Among those who do not have coverage, access to these products—which has improved through new digital ecosystems—does not appear to be the main challenge. Rather, affordability is the key issue, especially for health insurance. At the same time, a lack of sufficient knowledge remains one of the most significant barriers to the development of life savings insurance, among others.
Levers for progress
Insurance is essential for financial inclusion in emerging economies, yet it remains less developed than other financial services. The report identifies three key levers to promote its development and foster cooperation among insurers, policymakers, and regulators.
On the one hand, it calls on insurers to design simpler, more accessible, and more efficient products, while leveraging digital technologies to reduce costs. Sales innovation is accelerating, particularly through parametric solutions, embedded insurance, and mobile-enabled products.
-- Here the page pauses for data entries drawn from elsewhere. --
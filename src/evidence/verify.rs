//! The check of every file of evidence, of all organisations: there and unchanged (E-11), and named by a record.

use super::files::Files;
use super::{EvidenceError, sql};
use crate::app::App;
use crate::clock::day_of;
use crate::core::checks::evidence::file_unchanged;
use serde_json::json;
use std::collections::BTreeSet;
use std::fmt;

/// What is wrong with a file.
#[derive(Clone, Copy, Debug, PartialEq, Eq, PartialOrd, Ord)]
pub enum FaultKind {
    /// A record names it and it is not there.
    Missing,
    /// It is not the file that was attached.
    Altered,
    /// No record names it: what an interrupted upload leaves. Only told, nothing is lost.
    Unreferenced,
}

/// Something wrong with a file.
#[derive(Clone, Debug, PartialEq, Eq)]
pub struct Fault {
    /// What kind.
    pub kind: FaultKind,
    /// Name of the organisation; empty for a file that no record names.
    pub organisation: String,
    /// Id of the evidence; for a file that no record names its hash or name.
    pub id: String,
    /// What is so.
    pub message: String,
    /// What to do.
    pub remedy: String,
}

impl Fault {
    /// True if a figure lost what backs it.
    pub fn is_serious(&self) -> bool {
        self.kind != FaultKind::Unreferenced
    }
}

impl fmt::Display for Fault {
    fn fmt(&self, to: &mut fmt::Formatter<'_>) -> fmt::Result {
        if self.organisation.is_empty() {
            write!(to, "{} {}", self.message, self.remedy)
        } else {
            let Fault {
                organisation,
                id,
                message,
                remedy,
                ..
            } = self;
            write!(to, "{organisation}, {id}: {message} {remedy}")
        }
    }
}

/// Reads every file of evidence once and compares it with its record; then looks for files that no record names. In order
/// of hash, those without a record last.
///
/// # Errors
/// When the files or the database fail.
pub async fn verify(app: &App) -> Result<Vec<Fault>, EvidenceError> {
    let files = Files::of(app)?;
    // The names first: a file that is kept meanwhile is none that nothing names.
    let names = files.names().await?;
    let mut faults = Vec::new();
    let (mut hash, mut id) = (String::new(), 0);
    let mut looked_at: Option<(String, Option<String>)> = None;
    loop {
        let mut reader = app.store.reader().await?;
        let batch = sql::all_after(&mut reader, &hash, id).await?;
        drop(reader);
        let Some(last) = batch.last() else { break };
        (hash, id) = (last.hash.clone(), last.id);
        for row in batch {
            let found = match &looked_at {
                Some((hash, found)) if *hash == row.hash => found.clone(),
                _ => {
                    let found = files.hash_of(&row.hash).await?;
                    looked_at = Some((row.hash.clone(), found.clone()));
                    found
                }
            };
            let day = day_of(super::time(row.attached_at, "evidence", row.id)?);
            if let Some(finding) = file_unchanged(&row.file_name, day, &row.hash, found.as_deref()) {
                faults.push(Fault {
                    kind: if found.is_some() {
                        FaultKind::Altered
                    } else {
                        FaultKind::Missing
                    },
                    organisation: row.organisation,
                    id: row.public_id,
                    message: finding.message,
                    remedy: finding.remedy,
                });
            }
        }
    }
    faults.extend(unreferenced(app, names).await?);
    Ok(faults)
}

async fn unreferenced(app: &App, names: Vec<String>) -> Result<Vec<Fault>, EvidenceError> {
    let mut reader = app.store.reader().await?;
    let mut found = BTreeSet::new();
    for some in names.chunks(500) {
        found.extend(sql::named_by_none(&mut reader, &json!(some).to_string()).await?);
    }
    let fault = |name: String| Fault {
        kind: FaultKind::Unreferenced,
        organisation: String::new(),
        message: format!("No record names the file {name}."),
        remedy: "An interrupted upload leaves such a file; it can be taken away.".into(),
        id: name,
    };
    Ok(found.into_iter().map(fault).collect())
}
On the other hand, policymakers need to integrate insurance into national financial inclusion strategies. China and India, for example, position insurance as a pillar of public policy, helping to drive its expansion. Finally, inclusive insurance can thrive when regulatory frameworks strike a balance between market growth and consumer protection, while strengthening trust.
New steps in financial inclusion
Within our Group, we are committed to financial inclusion. In its report Trends and Elements for the Development of Insurance Markets, Mapfre Economics had already highlighted this factor as one of the main areas of focus to increase the penetration of insurance, recognizing its ability to raise overall levels of social well-being.
Mapfre also launched a new range of microinsurance products in December to protect small entrepreneurs in Latin America: A tu lado Mapfre, which forms part of our commitment to financial inclusion and insurance awareness. The project, which has been operating for some time in Brazil under the name Mapfre Na Favela, has taken its first steps in Colombia and will be launched in Peru over the course of this year.